[Your assignment] What do the lines say, reproduced word for word, from the first of the entries below through the line bearing "assert corner.gap == pytest.approx(1.0, rel=1e-2)"?
(Beginning of Extracted data)
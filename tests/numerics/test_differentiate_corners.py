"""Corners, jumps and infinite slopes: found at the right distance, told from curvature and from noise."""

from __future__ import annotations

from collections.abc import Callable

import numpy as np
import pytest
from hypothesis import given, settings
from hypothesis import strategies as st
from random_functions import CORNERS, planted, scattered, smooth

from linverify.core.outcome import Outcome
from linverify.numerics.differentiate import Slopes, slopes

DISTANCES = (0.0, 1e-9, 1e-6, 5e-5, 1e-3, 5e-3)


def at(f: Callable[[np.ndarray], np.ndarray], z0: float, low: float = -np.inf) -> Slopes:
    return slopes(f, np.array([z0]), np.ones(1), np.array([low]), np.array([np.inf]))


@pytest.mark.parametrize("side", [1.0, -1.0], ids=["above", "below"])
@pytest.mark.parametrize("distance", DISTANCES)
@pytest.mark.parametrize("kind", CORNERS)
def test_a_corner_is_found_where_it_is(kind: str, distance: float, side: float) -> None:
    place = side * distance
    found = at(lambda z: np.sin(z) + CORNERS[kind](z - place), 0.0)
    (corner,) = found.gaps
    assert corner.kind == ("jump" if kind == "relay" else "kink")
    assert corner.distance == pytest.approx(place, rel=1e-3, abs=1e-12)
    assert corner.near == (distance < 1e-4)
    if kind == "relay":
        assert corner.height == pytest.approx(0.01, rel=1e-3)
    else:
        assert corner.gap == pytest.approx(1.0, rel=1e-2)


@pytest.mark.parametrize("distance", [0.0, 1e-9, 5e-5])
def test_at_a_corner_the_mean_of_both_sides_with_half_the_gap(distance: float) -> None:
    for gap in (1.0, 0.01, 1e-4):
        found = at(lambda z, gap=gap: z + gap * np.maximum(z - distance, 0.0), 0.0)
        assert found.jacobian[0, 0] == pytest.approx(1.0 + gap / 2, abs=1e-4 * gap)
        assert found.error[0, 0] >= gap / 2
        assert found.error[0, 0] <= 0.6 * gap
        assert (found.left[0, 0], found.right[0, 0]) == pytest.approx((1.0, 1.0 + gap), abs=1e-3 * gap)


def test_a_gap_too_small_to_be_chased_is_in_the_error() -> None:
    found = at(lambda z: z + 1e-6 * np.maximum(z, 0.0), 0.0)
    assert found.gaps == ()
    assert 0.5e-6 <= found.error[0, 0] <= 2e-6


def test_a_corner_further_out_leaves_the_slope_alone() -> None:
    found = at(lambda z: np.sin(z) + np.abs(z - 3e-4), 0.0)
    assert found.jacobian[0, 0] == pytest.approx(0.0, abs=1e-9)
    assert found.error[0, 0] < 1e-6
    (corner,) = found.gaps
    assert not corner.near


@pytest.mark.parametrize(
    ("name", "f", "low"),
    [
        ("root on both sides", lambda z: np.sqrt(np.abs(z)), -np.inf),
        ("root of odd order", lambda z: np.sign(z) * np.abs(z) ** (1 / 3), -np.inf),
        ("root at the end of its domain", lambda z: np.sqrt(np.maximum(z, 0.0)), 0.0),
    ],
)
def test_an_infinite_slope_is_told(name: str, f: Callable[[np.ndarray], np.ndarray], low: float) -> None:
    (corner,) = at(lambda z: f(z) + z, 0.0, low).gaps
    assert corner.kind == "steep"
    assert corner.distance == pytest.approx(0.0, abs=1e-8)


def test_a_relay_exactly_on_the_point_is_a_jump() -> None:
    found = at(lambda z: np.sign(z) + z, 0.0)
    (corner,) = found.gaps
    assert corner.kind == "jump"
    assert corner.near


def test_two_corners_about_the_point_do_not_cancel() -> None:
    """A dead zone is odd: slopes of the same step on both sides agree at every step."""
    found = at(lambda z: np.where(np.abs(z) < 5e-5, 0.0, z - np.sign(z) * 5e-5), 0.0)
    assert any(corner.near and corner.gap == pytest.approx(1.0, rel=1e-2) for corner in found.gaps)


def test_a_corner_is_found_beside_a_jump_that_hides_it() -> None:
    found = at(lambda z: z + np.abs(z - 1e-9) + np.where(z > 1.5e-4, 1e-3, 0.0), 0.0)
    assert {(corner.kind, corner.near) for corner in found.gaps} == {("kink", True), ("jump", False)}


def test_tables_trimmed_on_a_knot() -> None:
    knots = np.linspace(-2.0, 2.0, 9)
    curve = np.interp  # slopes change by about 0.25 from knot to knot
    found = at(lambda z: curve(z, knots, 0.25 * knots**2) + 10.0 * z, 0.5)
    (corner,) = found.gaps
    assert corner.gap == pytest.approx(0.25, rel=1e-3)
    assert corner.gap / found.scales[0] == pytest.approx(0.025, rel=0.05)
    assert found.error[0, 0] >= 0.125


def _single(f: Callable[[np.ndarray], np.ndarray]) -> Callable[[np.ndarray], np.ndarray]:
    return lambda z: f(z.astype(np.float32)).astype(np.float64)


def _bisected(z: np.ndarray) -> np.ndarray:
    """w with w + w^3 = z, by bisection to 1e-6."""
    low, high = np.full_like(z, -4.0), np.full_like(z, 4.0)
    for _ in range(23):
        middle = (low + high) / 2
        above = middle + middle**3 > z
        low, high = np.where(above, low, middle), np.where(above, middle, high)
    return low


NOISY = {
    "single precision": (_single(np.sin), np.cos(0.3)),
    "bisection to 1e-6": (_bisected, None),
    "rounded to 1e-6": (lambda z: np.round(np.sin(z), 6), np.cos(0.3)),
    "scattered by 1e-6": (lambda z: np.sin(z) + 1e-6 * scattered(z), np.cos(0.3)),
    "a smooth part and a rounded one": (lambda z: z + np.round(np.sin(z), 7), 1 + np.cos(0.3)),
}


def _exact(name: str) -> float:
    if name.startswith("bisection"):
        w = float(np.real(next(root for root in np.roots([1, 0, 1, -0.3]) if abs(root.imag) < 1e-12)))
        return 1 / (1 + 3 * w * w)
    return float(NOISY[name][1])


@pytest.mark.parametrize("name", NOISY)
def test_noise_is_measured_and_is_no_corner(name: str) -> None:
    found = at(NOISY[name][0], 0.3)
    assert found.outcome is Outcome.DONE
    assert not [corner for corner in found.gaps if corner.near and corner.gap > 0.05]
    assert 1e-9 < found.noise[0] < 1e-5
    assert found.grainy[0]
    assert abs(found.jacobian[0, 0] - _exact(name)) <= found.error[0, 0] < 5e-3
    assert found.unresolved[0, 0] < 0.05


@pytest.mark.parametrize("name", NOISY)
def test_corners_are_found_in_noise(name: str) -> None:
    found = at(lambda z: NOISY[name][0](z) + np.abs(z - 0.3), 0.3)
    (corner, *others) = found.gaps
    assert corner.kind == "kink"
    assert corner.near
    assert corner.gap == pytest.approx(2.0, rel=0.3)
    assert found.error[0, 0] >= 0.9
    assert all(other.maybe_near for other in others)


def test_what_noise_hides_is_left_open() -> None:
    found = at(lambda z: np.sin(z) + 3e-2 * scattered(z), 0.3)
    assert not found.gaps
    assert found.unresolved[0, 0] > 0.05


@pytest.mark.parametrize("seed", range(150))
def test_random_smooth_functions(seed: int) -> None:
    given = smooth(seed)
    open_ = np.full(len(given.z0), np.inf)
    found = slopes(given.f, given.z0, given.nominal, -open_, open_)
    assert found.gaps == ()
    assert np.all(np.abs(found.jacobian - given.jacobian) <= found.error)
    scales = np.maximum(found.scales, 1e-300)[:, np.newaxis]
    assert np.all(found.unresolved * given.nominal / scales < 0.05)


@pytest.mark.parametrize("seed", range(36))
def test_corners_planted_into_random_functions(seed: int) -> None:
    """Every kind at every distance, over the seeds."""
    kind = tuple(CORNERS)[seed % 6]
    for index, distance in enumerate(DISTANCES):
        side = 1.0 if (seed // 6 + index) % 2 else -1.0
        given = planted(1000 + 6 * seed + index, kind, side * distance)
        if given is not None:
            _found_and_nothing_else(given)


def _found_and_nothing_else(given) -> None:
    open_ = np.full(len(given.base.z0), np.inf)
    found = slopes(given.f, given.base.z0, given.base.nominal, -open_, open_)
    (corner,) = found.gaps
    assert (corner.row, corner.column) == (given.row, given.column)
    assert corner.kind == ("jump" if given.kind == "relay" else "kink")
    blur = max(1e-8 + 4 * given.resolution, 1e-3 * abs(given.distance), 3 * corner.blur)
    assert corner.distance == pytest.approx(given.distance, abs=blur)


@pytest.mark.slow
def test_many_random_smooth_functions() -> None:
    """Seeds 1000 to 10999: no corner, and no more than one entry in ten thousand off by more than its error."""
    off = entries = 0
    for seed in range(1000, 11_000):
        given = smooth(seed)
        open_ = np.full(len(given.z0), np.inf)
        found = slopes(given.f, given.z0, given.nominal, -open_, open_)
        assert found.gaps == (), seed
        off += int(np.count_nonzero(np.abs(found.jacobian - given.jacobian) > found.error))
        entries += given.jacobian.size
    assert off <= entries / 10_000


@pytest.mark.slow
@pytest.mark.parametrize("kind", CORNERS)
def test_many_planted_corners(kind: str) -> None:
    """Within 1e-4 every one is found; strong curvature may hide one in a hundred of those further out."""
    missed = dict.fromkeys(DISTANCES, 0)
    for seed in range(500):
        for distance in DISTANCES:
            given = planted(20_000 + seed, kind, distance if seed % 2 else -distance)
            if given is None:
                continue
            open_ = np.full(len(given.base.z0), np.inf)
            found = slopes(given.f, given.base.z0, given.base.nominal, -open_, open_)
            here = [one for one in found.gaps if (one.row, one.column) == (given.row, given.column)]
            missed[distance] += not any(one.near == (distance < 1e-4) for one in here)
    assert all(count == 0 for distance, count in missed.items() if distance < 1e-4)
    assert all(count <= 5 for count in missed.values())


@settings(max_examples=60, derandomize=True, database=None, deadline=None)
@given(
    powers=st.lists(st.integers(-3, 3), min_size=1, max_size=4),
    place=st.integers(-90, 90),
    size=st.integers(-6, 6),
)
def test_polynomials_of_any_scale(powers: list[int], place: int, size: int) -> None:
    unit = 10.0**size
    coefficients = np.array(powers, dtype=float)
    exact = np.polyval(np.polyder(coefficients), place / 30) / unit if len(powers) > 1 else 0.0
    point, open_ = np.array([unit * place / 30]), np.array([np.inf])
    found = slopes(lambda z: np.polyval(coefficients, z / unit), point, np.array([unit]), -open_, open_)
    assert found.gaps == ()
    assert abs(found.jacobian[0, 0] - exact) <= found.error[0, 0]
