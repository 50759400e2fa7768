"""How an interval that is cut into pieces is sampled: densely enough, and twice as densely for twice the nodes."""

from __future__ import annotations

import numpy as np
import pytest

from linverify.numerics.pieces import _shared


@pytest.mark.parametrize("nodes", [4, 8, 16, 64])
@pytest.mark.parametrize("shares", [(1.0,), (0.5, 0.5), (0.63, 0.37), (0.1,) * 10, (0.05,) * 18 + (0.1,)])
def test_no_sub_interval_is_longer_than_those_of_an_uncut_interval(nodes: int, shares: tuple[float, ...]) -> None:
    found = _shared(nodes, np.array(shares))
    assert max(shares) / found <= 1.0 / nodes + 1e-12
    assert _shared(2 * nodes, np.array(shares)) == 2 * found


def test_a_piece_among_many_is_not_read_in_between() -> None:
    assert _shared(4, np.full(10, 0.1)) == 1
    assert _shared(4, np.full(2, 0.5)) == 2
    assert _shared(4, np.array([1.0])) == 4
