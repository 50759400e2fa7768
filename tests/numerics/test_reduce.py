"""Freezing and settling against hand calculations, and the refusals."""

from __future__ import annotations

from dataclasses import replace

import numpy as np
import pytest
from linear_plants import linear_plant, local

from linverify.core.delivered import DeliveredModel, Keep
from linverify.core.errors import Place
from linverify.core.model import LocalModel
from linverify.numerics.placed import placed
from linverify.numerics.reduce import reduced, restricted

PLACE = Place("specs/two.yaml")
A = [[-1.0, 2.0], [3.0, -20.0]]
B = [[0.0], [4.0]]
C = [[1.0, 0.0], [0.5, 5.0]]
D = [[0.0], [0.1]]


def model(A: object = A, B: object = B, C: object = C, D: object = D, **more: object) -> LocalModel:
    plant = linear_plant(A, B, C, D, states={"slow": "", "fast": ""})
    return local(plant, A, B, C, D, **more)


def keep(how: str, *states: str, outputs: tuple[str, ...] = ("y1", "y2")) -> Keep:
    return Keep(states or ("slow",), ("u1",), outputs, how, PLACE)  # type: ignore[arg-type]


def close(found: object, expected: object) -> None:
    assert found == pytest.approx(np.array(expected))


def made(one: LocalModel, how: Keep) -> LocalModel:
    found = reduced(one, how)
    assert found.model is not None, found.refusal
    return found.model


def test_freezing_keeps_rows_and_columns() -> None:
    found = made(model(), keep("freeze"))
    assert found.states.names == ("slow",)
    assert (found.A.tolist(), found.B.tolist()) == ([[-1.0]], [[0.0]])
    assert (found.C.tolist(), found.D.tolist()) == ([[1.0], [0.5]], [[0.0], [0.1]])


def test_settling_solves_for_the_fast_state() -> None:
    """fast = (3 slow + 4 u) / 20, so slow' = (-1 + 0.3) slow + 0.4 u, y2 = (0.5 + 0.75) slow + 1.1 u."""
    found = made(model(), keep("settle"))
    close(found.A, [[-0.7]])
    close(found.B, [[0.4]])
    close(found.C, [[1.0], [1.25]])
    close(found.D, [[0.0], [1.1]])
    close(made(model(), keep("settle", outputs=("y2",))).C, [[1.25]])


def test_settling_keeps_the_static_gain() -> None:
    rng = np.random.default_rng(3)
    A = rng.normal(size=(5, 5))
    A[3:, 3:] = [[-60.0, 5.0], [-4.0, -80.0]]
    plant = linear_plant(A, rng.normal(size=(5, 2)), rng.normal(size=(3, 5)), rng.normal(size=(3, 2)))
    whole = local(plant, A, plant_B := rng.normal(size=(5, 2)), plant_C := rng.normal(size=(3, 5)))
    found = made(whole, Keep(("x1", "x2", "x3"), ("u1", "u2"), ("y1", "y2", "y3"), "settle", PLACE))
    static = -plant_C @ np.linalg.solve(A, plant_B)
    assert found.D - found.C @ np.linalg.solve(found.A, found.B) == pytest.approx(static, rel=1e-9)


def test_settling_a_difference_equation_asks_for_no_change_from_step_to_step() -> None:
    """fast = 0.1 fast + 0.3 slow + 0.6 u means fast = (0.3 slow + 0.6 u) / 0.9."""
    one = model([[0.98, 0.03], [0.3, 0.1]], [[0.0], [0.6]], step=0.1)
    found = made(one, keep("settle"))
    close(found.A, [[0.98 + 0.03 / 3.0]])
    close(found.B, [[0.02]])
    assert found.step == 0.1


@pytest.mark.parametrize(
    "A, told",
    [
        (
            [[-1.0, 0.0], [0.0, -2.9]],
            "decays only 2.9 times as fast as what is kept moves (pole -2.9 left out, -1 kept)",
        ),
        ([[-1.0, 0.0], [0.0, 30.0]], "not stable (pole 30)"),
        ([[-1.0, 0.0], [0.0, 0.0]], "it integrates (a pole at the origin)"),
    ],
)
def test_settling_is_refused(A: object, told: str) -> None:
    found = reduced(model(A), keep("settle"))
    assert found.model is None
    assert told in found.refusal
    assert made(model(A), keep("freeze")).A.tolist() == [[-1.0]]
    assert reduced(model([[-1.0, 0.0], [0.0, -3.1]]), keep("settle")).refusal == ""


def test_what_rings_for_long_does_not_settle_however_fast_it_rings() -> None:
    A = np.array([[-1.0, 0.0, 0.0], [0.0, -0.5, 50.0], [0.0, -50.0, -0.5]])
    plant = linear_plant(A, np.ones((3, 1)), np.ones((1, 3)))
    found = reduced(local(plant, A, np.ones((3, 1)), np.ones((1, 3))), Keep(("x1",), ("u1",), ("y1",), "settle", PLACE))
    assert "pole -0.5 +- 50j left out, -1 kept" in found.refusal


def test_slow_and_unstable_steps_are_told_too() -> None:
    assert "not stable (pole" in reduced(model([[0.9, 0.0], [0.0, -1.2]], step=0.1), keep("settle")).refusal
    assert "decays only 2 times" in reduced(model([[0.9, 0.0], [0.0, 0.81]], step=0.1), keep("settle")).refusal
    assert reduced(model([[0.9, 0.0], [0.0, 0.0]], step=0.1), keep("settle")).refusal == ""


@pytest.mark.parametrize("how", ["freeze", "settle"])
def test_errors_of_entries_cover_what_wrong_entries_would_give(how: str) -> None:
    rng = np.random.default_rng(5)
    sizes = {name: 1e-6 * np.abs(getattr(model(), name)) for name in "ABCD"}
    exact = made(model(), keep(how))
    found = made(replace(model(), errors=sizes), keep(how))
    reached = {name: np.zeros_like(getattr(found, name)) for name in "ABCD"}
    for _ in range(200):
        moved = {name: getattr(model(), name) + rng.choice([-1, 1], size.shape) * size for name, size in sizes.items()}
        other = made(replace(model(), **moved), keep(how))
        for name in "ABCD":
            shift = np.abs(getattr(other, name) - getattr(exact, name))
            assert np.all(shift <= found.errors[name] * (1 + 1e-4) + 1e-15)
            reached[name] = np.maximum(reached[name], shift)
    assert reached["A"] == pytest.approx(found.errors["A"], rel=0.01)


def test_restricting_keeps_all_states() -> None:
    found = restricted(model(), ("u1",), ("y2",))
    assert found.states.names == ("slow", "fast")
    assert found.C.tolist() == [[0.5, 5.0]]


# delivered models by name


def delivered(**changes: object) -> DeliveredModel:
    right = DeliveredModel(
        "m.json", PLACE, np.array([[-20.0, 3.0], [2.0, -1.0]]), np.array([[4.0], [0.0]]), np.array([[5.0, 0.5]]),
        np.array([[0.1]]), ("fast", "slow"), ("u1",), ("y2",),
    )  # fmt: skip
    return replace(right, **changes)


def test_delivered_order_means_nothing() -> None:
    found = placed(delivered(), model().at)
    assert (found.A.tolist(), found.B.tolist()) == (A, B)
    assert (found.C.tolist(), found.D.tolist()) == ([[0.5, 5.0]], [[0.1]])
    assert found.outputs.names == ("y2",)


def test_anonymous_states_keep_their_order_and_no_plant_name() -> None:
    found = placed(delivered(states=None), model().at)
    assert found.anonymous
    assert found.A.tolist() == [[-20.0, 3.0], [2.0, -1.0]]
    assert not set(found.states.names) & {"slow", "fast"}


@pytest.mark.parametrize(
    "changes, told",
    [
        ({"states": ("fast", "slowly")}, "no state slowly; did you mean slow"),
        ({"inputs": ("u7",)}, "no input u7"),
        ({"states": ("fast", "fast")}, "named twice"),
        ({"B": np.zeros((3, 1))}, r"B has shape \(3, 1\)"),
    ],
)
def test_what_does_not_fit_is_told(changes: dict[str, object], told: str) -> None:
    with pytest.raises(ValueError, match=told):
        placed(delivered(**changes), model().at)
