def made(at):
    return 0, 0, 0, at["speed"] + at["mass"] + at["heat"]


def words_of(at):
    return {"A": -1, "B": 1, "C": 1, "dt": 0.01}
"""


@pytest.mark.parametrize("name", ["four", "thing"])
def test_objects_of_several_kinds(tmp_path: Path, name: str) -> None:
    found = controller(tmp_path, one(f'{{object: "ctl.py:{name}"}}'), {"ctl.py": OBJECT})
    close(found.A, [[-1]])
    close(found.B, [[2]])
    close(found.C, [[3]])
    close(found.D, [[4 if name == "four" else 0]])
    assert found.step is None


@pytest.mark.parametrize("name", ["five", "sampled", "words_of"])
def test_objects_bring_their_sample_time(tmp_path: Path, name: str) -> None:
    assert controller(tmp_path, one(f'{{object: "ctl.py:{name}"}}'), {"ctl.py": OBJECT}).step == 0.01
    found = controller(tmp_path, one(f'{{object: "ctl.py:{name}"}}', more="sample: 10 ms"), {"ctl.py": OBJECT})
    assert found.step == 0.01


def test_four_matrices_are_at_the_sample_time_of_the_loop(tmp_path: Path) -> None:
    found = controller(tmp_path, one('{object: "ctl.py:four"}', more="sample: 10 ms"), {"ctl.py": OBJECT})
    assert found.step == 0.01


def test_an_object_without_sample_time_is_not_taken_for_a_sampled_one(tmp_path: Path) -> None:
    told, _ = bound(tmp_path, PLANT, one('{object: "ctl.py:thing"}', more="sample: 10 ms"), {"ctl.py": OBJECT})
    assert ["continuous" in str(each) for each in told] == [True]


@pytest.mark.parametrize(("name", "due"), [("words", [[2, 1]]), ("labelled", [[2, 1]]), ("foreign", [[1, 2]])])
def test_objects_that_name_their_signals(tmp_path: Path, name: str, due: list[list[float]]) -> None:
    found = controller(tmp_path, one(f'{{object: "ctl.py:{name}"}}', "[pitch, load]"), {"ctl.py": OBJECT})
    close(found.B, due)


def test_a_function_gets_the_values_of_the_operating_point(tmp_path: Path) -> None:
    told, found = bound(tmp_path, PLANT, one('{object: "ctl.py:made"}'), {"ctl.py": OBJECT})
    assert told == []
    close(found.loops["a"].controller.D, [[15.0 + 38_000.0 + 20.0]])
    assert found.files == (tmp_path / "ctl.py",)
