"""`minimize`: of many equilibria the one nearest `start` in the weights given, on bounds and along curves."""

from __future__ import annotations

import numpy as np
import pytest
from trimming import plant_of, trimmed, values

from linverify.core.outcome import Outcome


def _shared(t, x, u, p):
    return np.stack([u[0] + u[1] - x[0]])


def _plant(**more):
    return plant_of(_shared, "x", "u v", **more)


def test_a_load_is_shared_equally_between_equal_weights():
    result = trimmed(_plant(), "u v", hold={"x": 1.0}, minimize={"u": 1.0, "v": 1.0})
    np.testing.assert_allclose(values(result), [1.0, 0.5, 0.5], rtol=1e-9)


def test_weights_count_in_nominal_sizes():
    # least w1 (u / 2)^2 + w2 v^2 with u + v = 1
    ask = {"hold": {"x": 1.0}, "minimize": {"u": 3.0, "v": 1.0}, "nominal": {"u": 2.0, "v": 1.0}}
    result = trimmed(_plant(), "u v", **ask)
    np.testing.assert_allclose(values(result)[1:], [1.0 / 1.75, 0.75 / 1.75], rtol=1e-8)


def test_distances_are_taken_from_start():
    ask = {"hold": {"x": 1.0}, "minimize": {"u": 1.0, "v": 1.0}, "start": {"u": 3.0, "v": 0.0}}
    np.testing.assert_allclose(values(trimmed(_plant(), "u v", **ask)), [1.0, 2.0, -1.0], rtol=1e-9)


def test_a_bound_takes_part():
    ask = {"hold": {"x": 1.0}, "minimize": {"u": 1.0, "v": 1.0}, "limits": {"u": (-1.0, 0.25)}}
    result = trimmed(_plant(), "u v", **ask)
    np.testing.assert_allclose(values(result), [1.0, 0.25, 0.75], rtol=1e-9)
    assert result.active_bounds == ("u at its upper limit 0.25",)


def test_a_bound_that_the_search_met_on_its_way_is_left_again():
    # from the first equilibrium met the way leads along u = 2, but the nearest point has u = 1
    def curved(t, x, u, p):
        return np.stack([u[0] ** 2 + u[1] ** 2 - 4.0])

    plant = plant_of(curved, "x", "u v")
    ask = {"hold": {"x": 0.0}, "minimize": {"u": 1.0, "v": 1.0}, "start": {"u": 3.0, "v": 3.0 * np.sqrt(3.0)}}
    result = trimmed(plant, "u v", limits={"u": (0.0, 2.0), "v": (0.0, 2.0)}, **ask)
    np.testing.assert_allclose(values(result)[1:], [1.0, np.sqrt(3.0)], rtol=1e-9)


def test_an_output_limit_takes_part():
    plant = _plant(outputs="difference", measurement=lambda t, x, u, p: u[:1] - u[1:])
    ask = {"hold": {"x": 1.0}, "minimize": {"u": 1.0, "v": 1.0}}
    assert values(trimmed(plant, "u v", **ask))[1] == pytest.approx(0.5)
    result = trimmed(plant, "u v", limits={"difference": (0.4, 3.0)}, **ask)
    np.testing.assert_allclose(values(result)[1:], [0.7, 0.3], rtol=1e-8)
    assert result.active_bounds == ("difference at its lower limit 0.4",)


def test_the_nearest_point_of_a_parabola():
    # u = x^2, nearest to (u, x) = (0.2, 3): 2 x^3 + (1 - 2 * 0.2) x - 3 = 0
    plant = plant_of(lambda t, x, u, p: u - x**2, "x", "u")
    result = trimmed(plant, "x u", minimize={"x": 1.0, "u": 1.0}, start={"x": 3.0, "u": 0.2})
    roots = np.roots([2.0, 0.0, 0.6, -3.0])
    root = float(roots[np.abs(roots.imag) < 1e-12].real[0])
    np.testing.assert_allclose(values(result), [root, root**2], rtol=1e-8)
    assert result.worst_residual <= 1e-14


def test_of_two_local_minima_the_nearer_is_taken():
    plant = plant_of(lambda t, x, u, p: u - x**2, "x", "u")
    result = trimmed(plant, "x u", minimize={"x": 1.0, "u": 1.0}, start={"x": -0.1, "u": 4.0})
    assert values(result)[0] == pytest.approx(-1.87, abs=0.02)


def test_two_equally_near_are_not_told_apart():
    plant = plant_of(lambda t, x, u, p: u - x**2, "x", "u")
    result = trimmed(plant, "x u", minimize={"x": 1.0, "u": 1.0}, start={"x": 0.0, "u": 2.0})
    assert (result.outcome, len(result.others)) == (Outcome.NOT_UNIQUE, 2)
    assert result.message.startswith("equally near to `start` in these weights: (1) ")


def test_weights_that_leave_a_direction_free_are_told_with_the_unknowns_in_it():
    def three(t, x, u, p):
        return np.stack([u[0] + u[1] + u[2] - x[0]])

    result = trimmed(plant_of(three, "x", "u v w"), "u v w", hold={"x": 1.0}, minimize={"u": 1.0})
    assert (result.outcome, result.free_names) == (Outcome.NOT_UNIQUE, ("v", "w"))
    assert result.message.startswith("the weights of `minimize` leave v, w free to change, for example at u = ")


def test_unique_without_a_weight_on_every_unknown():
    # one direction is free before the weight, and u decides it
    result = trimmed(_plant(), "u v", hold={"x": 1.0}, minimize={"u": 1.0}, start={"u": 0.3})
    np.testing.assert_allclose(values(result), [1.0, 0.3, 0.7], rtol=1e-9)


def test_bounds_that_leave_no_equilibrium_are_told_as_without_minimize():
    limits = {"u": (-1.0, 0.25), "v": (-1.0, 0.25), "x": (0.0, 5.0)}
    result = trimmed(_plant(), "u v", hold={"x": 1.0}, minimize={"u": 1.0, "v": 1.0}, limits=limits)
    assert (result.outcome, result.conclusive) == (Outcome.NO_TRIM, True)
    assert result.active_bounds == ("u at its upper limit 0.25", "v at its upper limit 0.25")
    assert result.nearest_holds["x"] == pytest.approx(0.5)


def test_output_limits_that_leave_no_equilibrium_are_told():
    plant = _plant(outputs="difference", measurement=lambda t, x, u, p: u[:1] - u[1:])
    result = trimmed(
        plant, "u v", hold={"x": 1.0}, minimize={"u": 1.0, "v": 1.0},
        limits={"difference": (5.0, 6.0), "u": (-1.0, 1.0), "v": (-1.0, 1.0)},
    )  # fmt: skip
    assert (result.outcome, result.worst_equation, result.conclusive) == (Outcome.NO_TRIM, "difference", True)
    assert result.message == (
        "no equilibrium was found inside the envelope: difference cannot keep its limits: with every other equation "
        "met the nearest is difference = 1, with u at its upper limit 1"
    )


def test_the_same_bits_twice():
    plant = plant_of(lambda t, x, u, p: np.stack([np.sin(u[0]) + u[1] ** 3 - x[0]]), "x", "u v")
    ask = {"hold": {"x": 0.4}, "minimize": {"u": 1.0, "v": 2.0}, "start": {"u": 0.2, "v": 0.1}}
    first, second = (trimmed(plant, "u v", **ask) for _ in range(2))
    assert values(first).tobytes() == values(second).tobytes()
(End of Extracted data)
[Solution]
filename tests/numerics/test_differentiate_corners.py
"""Corners, jumps and infinite slopes: found at the right distance, told from curvature and from noise."""

from __future__ import annotations

from collections.abc import Callable

import numpy as np
import pytest
from hypothesis import given, settings
from hypothesis import strategies as st
from random_functions import CORNERS, planted, scattered, smooth

from linverify.core.outcome import Outcome
from linverify.numerics.differentiate import Slopes, slopes

DISTANCES = (0.0, 1e-9, 1e-6, 5e-5, 1e-3, 5e-3)


def at(f: Callable[[np.ndarray], np.ndarray], z0: float, low: float = -np.inf) -> Slopes:
    return slopes(f, np.array([z0]), np.ones(1), np.array([low]), np.array([np.inf]))


@pytest.mark.parametrize("side", [1.0, -1.0], ids=["above", "below"])
@pytest.mark.parametrize("distance", DISTANCES)
@pytest.mark.parametrize("kind", CORNERS)
def test_a_corner_is_found_where_it_is(kind: str, distance: float, side: float) -> None:
    place = side * distance
    found = at(lambda z: np.sin(z) + CORNERS[kind](z - place), 0.0)
    (corner,) = found.gaps
    assert corner.kind == ("jump" if kind == "relay" else "kink")
    assert corner.distance == pytest.approx(place, rel=1e-3, abs=1e-12)
    assert corner.near == (distance < 1e-4)
    if kind == "relay":
        assert corner.height == pytest.approx(0.01, rel=1e-3)
    else:
        assert corner.gap == pytest.approx(1.0, rel=1e-2)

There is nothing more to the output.